■ **Task directions**
With the records in front of you, set every one of them down exactly.

Recorded data
#[derive(Debug, Clone, Copy, PartialEq, Eq)]
enum Encoding {
    Ascii,
    Little,
    Big,
}

impl Encoding {
    fn name(self) -> &'static str {
        match self {
            Encoding::Ascii => "ascii",
            Encoding::Little => "binary_little_endian",
            Encoding::Big => "binary_big_endian",
        }
    }
}

struct Header {
    encoding: Encoding,
    version: String,
    elements: Vec<Element>,
    origin: Option<[f64; 3]>,
    /// Bytes before the data.
    len: u64,
    /// Header lines read.
    lines: usize,
}

fn bad(path: &Path, what: impl Into<String>) -> Error {
    Error::file(
        path,
        what,
        "check that the file is a complete PLY file or export it again",
    )
}

fn parse_header(path: &Path, r: &mut impl BufRead) -> Result<Header> {
    let mut len = 0usize;
    let mut line = Vec::new();
    let mut lineno = 0usize;
    let mut encoding = None;
    let mut version = String::new();
    let mut elements: Vec<Element> = Vec::new();
    let mut origin = None;
    loop {
        line.clear();
        let n = r
            .by_ref()
            .take((MAX_HEADER - len) as u64 + 1)
            .read_until(b'\n', &mut line)
            .map_err(|e| Error::io(path, &e))?;
        lineno += 1;
        len += n;
        if n == 0 || !line.ends_with(b"\n") {
            if len > MAX_HEADER {
                return Err(bad(path, "the PLY header is longer than 1 MiB"));
            }
            return Err(bad(
                path,
                "the PLY header ends before end_header (truncated header)",
            ));
        }
        let text = std::str::from_utf8(&line)
            .map_err(|_| bad(path, format!("header line {lineno} is not text")))?
            .trim_end_matches(['\n', '\r']);
        let words: Vec<&str> = text.split_ascii_whitespace().collect();
        if lineno == 1 {
            if text != "ply" {
                return Err(bad(path, "the first line is not \"ply\""));
            }
            continue;
        }
        match words.first().copied() {
            None => {}
            Some("format") => {
                if encoding.is_some() {
                    return Err(bad(
                        path,
                        format!("header line {lineno}: a second format line"),
                    ));
                }
                encoding = Some(match words.get(1).copied() {
                    Some("ascii") => Encoding::Ascii,
                    Some("binary_little_endian") => Encoding::Little,
                    Some("binary_big_endian") => Encoding::Big,
                    other => {
                        return Err(Error::file(
                            path,
                            format!(
                                "header line {lineno}: unknown PLY format {:?}",
                                other.unwrap_or("")
                            ),
                            "use ascii, binary_little_endian or binary_big_endian",
                        ));
                    }
                });
                version = words.get(2).unwrap_or(&"").to_string();
                if !version.starts_with('1') {
                    return Err(Error::file(
                        path,
                        format!("PLY version {version:?} is not read here"),
                        "export the file as PLY 1.0",
                    ));
                }
            }
            Some("comment") => {
                if let Some(rest) = text
                    .trim_start()
                    .strip_prefix("comment")
                    .map(str::trim)
                    .and_then(|t| t.strip_prefix(ORIGIN_COMMENT))
                {
                    let v: Vec<f64> = rest
                        .split_ascii_whitespace()
                        .filter_map(|t| t.parse().ok())
                        .collect();
                    if v.len() == 3 && v.iter().all(|x| x.is_finite()) {
                        origin = Some([v[0], v[1], v[2]]);
                    }
                }
            }
            Some("obj_info") => {}
            Some("element") => {
                let (Some(name), Some(count)) = (words.get(1), words.get(2)) else {
                    return Err(bad(
                        path,
                        format!("header line {lineno}: element needs a name and a count"),
                    ));
                };
                let count = count.parse::<u64>().map_err(|_| {
                    bad(
                        path,
                        format!(
                            "header line {lineno}: element count {count:?} is not a whole number"
                        ),
                    )
                })?;
                if *name == "vertex" && elements.iter().any(|e| e.name == "vertex") {
                    return Err(bad(
                        path,
                        format!("header line {lineno}: a second vertex element"),
                    ));
                }
                elements.push(Element {
                    name: name.to_string(),
                    count,
                    props: Vec::new(),
                });
            }
            Some("property") => {
                let Some(el) = elements.last_mut() else {
                    return Err(bad(
                        path,
                        format!("header line {lineno}: property before any element"),
                    ));
                };
                let ty = |s: &str| {
                    Ty::parse(s).ok_or_else(|| {
                        Error::file(
                            path,
                            format!("header line {lineno}: unknown property type {s:?}"),
                            "use char, uchar, short, ushort, int, uint, float or double",
                        )
                    })
                };
                let prop = if words.get(1) == Some(&"list") {
                    if words.len() != 5 {
                        return Err(bad(
                            path,
                            format!(
                                "header line {lineno}: a list property needs a count type, an item type and a name"
                            ),
                        ));
                    }
                    let ct = ty(words[2])?;
                    if !ct.is_int() {
                        return Err(bad(
                            path,
                            format!("header line {lineno}: a list count must have an integer type"),
                        ));
                    }
                    Prop {
                        name: words[4].to_string(),
                        kind: PropKind::List(ct, ty(words[3])?),
                    }
                } else {
                    if words.len() != 3 {
                        return Err(bad(
                            path,
                            format!("header line {lineno}: a property needs a type and a name"),
                        ));
                    }
                    Prop {
                        name: words[2].to_string(),
                        kind: PropKind::Scalar(ty(words[1])?),
                    }
                };
                if el.find(&prop.name).is_some() {
                    return Err(bad(
                        path,
                        format!(
                            "header line {lineno}: property {} appears twice in element {}",
                            prop.name, el.name
                        ),
                    ));
                }
                el.props.push(prop);
            }
            Some("end_header") => break,
            Some(other) => {
                return Err(bad(
                    path,
                    format!("header line {lineno}: unknown keyword {other:?}"),
                ));
            }
        }
    }
    let encoding = encoding.ok_or_else(|| bad(path, "the PLY header has no format line"))?;
    Ok(Header {
        encoding,
        version,
        elements,
        origin,
        len: len as u64,
        lines: lineno,
    })
}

■ **Response below**
#[derive(Debug, Clone, Copy, PartialEq, Eq)]
enum Encoding {
    Ascii,
    Little,
    Big,
}

impl Encoding {
    fn name(self) -> &'static str {
        match self {
            Encoding::Ascii => "ascii",
            Encoding::Little => "binary_little_endian",
            Encoding::Big => "binary_big_endian",
        }
    }
}

struct Header {
    encoding: Encoding,
    version: String,
    elements: Vec<Element>,
    origin: Option<[f64; 3]>,
    /// Bytes before the data.
    len: u64,
    /// Header lines read.
    lines: usize,
}

fn bad(path: &Path, what: impl Into<String>) -> Error {
    Error::file(
        path,
        what,
        "check that the file is a complete PLY file or export it again",
    )
}

fn parse_header(path: &Path, r: &mut impl BufRead) -> Result<Header> {
    let mut len = 0usize;
    let mut line = Vec::new();
    let mut lineno = 0usize;
    let mut encoding = None;
    let mut version = String::new();
    let mut elements: Vec<Element> = Vec::new();
    let mut origin = None;
    loop {
        line.clear();
        let n = r
            .by_ref()
            .take((MAX_HEADER - len) as u64 + 1)
            .read_until(b'\n', &mut line)
            .map_err(|e| Error::io(path, &e))?;
        lineno += 1;
        len += n;
        if n == 0 || !line.ends_with(b"\n") {
            if len > MAX_HEADER {
                return Err(bad(path, "the PLY header is longer than 1 MiB"));
            }
            return Err(bad(
                path,
                "the PLY header ends before end_header (truncated header)",
            ));
        }
        let text = std::str::from_utf8(&line)
            .map_err(|_| bad(path, format!("header line {lineno} is not text")))?
            .trim_end_matches(['\n', '\r']);
        let words: Vec<&str> = text.split_ascii_whitespace().collect();
        if lineno == 1 {
            if text != "ply" {
                return Err(bad(path, "the first line is not \"ply\""));
            }
            continue;
        }
        match words.first().copied() {
            None => {}
            Some("format") => {
                if encoding.is_some() {
                    return Err(bad(
                        path,
                        format!("header line {lineno}: a second format line"),
                    ));
                }
                encoding = Some(match words.get(1).copied() {
                    Some("ascii") => Encoding::Ascii,
                    Some("binary_little_endian") => Encoding::Little,
                    Some("binary_big_endian") => Encoding::Big,
                    other => {
                        return Err(Error::file(
                            path,
                            format!(
                                "header line {lineno}: unknown PLY format {:?}",
                                other.unwrap_or("")
                            ),
                            "use ascii, binary_little_endian or binary_big_endian",
                        ));
                    }
                });
                version = words.get(2).unwrap_or(&"").to_string();
                if !version.starts_with('1') {
                    return Err(Error::file(
                        path,
                        format!("PLY version {version:?} is not read here"),
                        "export the file as PLY 1.0",
                    ));
                }
            }
            Some("comment") => {
                if let Some(rest) = text
                    .trim_start()
                    .strip_prefix("comment")
                    .map(str::trim)
                    .and_then(|t| t.strip_prefix(ORIGIN_COMMENT))
                {
                    let v: Vec<f64> = rest
                        .split_ascii_whitespace()
                        .filter_map(|t| t.parse().ok())
                        .collect();
                    if v.len() == 3 && v.iter().all(|x| x.is_finite()) {
                        origin = Some([v[0], v[1], v[2]]);
                    }
                }
            }
            Some("obj_info") => {}
            Some("element") => {
                let (Some(name), Some(count)) = (words.get(1), words.get(2)) else {
                    return Err(bad(
                        path,
                        format!("header line {lineno}: element needs a name and a count"),
                    ));
                };
                let count = count.parse::<u64>().map_err(|_| {
                    bad(
                        path,
                        format!(
                            "header line {lineno}: element count {count:?} is not a whole number"
                        ),
                    )
                })?;
                if *name == "vertex" && elements.iter().any(|e| e.name == "vertex") {
                    return Err(bad(
                        path,
                        format!("header line {lineno}: a second vertex element"),
                    ));
                }
                elements.push(Element {
                    name: name.to_string(),
                    count,
                    props: Vec::new(),
                });
            }
            Some("property") => {
                let Some(el) = elements.last_mut() else {
                    return Err(bad(
                        path,
                        format!("header line {lineno}: property before any element"),
                    ));
                };
                let ty = |s: &str| {
                    Ty::parse(s).ok_or_else(|| {
                        Error::file(
                            path,
                            format!("header line {lineno}: unknown property type {s:?}"),
                            "use char, uchar, short, ushort, int, uint, float or double",
                        )
                    })
                };
                let prop = if words.get(1) == Some(&"list") {
                    if words.len() != 5 {
                        return Err(bad(
                            path,
                            format!(
                                "header line {lineno}: a list property needs a count type, an item type and a name"
                            ),
                        ));
                    }
                    let ct = ty(words[2])?;
                    if !ct.is_int() {
                        return Err(bad(
                            path,
                            format!("header line {lineno}: a list count must have an integer type"),
                        ));
                    }
                    Prop {
                        name: words[4].to_string(),
                        kind: PropKind::List(ct, ty(words[3])?),
                    }
                } else {
                    if words.len() != 3 {
                        return Err(bad(
                            path,
                            format!("header line {lineno}: a property needs a type and a name"),
                        ));
                    }
                    Prop {
                        name: words[2].to_string(),
                        kind: PropKind::Scalar(ty(words[1])?),
                    }
                };
                if el.find(&prop.name).is_some() {
                    return Err(bad(
                        path,
                        format!(
                            "header line {lineno}: property {} appears twice in element {}",
                            prop.name, el.name
                        ),
                    ));
                }
                el.props.push(prop);
            }
            Some("end_header") => break,
            Some(other) => {
                return Err(bad(
                    path,
                    format!("header line {lineno}: unknown keyword {other:?}"),
                ));
            }
        }
    }
    let encoding = encoding.ok_or_else(|| bad(path, "the PLY header has no format line"))?;
    Ok(Header {
        encoding,
        version,
        elements,
        origin,
        len: len as u64,
        lines: lineno,
    })
}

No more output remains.